WHAT THE TASK REQUIRES:
Where the word "ContainsRune" appears in a line below, copy the whole line.

EXTRACTED RECORDS:
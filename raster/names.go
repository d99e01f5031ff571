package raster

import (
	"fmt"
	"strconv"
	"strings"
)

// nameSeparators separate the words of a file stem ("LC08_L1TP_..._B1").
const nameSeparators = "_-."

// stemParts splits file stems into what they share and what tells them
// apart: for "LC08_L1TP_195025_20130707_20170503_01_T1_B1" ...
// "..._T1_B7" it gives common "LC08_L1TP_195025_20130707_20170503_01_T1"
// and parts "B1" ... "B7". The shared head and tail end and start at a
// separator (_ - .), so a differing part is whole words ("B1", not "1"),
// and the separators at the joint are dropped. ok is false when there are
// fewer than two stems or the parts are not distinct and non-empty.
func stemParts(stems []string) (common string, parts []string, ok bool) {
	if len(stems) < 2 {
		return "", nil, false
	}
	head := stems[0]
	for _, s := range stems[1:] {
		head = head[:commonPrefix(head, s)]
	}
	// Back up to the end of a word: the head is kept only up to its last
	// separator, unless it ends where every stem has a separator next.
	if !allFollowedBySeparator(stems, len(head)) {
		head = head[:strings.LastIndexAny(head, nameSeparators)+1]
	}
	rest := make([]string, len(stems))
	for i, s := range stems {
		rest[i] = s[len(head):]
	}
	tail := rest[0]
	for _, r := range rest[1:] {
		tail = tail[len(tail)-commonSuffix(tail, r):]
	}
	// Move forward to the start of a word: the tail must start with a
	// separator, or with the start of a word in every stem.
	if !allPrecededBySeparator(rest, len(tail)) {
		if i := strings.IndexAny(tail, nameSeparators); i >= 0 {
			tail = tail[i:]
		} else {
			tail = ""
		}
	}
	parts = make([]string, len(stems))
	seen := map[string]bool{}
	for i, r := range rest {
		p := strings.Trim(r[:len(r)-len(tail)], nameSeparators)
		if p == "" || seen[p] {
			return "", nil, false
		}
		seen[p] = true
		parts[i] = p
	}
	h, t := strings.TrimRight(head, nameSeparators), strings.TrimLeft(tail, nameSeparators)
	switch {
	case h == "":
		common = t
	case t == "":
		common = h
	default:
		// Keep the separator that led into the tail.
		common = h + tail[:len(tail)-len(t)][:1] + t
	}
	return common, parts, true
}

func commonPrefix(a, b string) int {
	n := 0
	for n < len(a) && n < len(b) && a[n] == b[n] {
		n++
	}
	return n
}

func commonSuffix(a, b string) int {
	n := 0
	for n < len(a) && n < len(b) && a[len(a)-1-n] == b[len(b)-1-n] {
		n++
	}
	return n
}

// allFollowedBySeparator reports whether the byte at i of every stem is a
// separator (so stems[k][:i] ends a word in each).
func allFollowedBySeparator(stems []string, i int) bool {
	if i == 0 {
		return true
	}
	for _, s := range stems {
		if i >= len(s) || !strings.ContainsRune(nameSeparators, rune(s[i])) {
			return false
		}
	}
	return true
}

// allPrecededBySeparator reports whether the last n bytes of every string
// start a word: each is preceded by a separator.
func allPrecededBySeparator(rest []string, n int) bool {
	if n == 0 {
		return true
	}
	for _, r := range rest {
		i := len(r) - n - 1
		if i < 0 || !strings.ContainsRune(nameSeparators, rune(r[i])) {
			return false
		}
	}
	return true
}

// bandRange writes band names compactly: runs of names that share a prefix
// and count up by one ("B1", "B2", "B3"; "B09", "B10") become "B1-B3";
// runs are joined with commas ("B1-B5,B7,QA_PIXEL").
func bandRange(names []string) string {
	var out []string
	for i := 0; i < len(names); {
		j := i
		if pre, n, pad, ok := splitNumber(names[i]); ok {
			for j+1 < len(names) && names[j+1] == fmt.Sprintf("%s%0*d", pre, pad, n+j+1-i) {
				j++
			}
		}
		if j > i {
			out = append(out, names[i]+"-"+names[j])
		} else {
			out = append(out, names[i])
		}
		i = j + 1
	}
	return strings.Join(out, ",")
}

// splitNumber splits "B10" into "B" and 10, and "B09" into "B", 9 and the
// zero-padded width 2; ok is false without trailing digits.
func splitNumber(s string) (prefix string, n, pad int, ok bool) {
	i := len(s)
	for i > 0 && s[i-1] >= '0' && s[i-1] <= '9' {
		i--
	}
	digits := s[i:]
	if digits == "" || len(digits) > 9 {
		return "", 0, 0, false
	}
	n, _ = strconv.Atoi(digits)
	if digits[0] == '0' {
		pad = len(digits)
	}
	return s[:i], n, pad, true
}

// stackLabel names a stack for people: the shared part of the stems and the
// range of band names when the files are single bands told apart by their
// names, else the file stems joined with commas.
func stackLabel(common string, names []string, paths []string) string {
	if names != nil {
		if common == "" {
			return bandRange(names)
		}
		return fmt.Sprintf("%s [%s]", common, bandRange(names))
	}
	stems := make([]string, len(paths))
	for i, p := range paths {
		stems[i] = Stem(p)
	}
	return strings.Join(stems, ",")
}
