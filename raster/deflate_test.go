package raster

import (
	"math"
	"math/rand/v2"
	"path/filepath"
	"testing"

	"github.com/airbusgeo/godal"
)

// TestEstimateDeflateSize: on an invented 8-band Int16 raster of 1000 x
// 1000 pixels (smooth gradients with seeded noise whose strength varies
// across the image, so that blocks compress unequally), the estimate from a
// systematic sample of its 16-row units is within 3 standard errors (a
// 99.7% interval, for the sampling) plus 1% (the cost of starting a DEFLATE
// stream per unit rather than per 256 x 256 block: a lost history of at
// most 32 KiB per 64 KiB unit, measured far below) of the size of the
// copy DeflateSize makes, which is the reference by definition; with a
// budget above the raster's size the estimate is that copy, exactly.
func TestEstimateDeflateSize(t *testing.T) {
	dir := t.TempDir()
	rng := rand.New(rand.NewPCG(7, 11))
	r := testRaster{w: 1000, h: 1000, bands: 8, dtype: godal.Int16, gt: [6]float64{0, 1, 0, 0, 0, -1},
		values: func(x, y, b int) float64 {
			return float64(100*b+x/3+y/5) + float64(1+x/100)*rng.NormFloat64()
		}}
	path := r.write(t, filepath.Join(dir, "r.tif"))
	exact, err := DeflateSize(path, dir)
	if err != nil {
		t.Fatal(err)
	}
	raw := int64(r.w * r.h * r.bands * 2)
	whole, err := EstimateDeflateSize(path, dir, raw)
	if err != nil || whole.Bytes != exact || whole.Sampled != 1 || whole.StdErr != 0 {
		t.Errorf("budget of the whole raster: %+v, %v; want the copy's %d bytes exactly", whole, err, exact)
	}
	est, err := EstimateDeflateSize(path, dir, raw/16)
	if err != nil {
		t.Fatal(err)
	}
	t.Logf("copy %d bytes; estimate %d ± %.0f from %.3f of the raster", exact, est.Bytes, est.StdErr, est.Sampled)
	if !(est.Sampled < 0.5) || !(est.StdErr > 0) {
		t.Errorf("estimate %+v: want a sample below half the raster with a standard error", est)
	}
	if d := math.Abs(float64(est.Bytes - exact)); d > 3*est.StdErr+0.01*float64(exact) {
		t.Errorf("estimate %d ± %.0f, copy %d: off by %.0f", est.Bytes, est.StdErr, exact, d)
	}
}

WRITTEN SOLUTION:
		if i >= len(s) || !strings.ContainsRune(nameSeparators, rune(s[i])) {
		if i < 0 || !strings.ContainsRune(nameSeparators, rune(r[i])) {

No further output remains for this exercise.